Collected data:
/** Add a codimension-two point, or merge it into one of the same type at the same place (|Δp| < 1e-6 (1 + |p|), |Δx| < 1e-5). */
function addPoint(points: MapPoint[], c: Omit<MapPoint, 'id'>): void {
  const same = points.find((q) => q.type === c.type
    && Math.max(Math.abs(q.p[0] - c.p[0]), Math.abs(q.p[1] - c.p[1])) < 1e-6 * (1 + Math.abs(c.p[0]) + Math.abs(c.p[1]))
    && q.x.every((v, i) => Math.abs(v - c.x[i]) < 1e-5));
  if (same) {
    for (const id of c.curves) if (!same.curves.includes(id)) same.curves.push(id);
    const ev = same.evidence as Record<string, unknown>;
    const also = (ev.alsoOn as unknown[] | undefined) ?? [];
    ev.alsoOn = [...also, { curves: c.curves, ...c.evidence }];
    return;
  }
  const prefix = c.type === 'cusp' ? 'cusp' : c.type === 'bogdanov-takens' ? 'bt' : 'snp';
  points.push({ id: `${prefix}${points.filter((q) => q.type === c.type).length + 1}`, ...c });
}

/** Left null vector of J (unit), from the SVD of J^T. */
function leftNullVector(j: Float64Array, n: number): Float64Array {
  const t = new Float64Array(n * n);
  for (let i = 0; i < n; i++) for (let k = 0; k < n; k++) t[k * n + i] = j[i * n + k];
  return nullVector(t, n);
}

function saddleNodeCurve(
  sys: TwoParameterSystem, sp: SpecialPoint, b: number, swept: 'first' | 'second', o: CurveOptions, index: number, diagnostics: Diagnostic[], isCancelled: () => boolean,
): { traced: Traced; found: Omit<MapPoint, 'id'>[] } | null {
  const n = sys.dimension;
  const x = Float64Array.from(sp.x);
  const j = sys.jacobian(x, sp.p, b, new Float64Array(n * n));
  const v0 = nullVector(j, n);
  const ext = new SaddleNodeSystem(sys, v0);
  const y0 = new Float64Array(2 * n + 2);
  y0.set(x, 0);
  y0.set(v0, n);
  y0[2 * n] = sp.p;
  y0[2 * n + 1] = b;
  const start = startOn(ext, y0, b, swept, 'saddle-node', diagnostics, sp, sys);
  if (!start) return null;
  const { pts, ends } = bothWays(ext, start.y, start.t, o, { isCancelled });
  const id = `sn${index + 1}`;
  const ys = pts.map((p) => p.y);
  const curve: MapCurve = {
    id,
    type: 'saddle-node',
    points: ys.map((y) => ({ p: [y[2 * n], y[2 * n + 1]], x: Array.from(y.subarray(0, n)) })),
    ends,
    seed: { second: b, p: sp.p, x: [...sp.x], swept },
  };
  for (const end of ends) noteEnd(end, id, diagnostics);
  return { traced: { curve, ys }, found: foldPoints(ext, ys, id, diagnostics) };
}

**Problem requirements**
Quote the records from their first line to the line with "for (const end", inclusive, without adding or dropping anything.

**Answer to this exercise**
/** Add a codimension-two point, or merge it into one of the same type at the same place (|Δp| < 1e-6 (1 + |p|), |Δx| < 1e-5). */
function addPoint(points: MapPoint[], c: Omit<MapPoint, 'id'>): void {
  const same = points.find((q) => q.type === c.type
    && Math.max(Math.abs(q.p[0] - c.p[0]), Math.abs(q.p[1] - c.p[1])) < 1e-6 * (1 + Math.abs(c.p[0]) + Math.abs(c.p[1]))
    && q.x.every((v, i) => Math.abs(v - c.x[i]) < 1e-5));
  if (same) {
    for (const id of c.curves) if (!same.curves.includes(id)) same.curves.push(id);
    const ev = same.evidence as Record<string, unknown>;
    const also = (ev.alsoOn as unknown[] | undefined) ?? [];
    ev.alsoOn = [...also, { curves: c.curves, ...c.evidence }];
    return;
  }
  const prefix = c.type === 'cusp' ? 'cusp' : c.type === 'bogdanov-takens' ? 'bt' : 'snp';
  points.push({ id: `${prefix}${points.filter((q) => q.type === c.type).length + 1}`, ...c });
}

/** Left null vector of J (unit), from the SVD of J^T. */
function leftNullVector(j: Float64Array, n: number): Float64Array {
  const t = new Float64Array(n * n);
  for (let i = 0; i < n; i++) for (let k = 0; k < n; k++) t[k * n + i] = j[i * n + k];
  return nullVector(t, n);
}

function saddleNodeCurve(
  sys: TwoParameterSystem, sp: SpecialPoint, b: number, swept: 'first' | 'second', o: CurveOptions, index: number, diagnostics: Diagnostic[], isCancelled: () => boolean,
): { traced: Traced; found: Omit<MapPoint, 'id'>[] } | null {
  const n = sys.dimension;
  const x = Float64Array.from(sp.x);
  const j = sys.jacobian(x, sp.p, b, new Float64Array(n * n));
  const v0 = nullVector(j, n);
  const ext = new SaddleNodeSystem(sys, v0);
  const y0 = new Float64Array(2 * n + 2);
  y0.set(x, 0);
  y0.set(v0, n);
  y0[2 * n] = sp.p;
  y0[2 * n + 1] = b;
  const start = startOn(ext, y0, b, swept, 'saddle-node', diagnostics, sp, sys);
  if (!start) return null;
  const { pts, ends } = bothWays(ext, start.y, start.t, o, { isCancelled });
  const id = `sn${index + 1}`;
  const ys = pts.map((p) => p.y);
  const curve: MapCurve = {
    id,
    type: 'saddle-node',
    points: ys.map((y) => ({ p: [y[2 * n], y[2 * n + 1]], x: Array.from(y.subarray(0, n)) })),
    ends,
    seed: { second: b, p: sp.p, x: [...sp.x], swept },
  };
  for (const end of ends) noteEnd(end, id, diagnostics);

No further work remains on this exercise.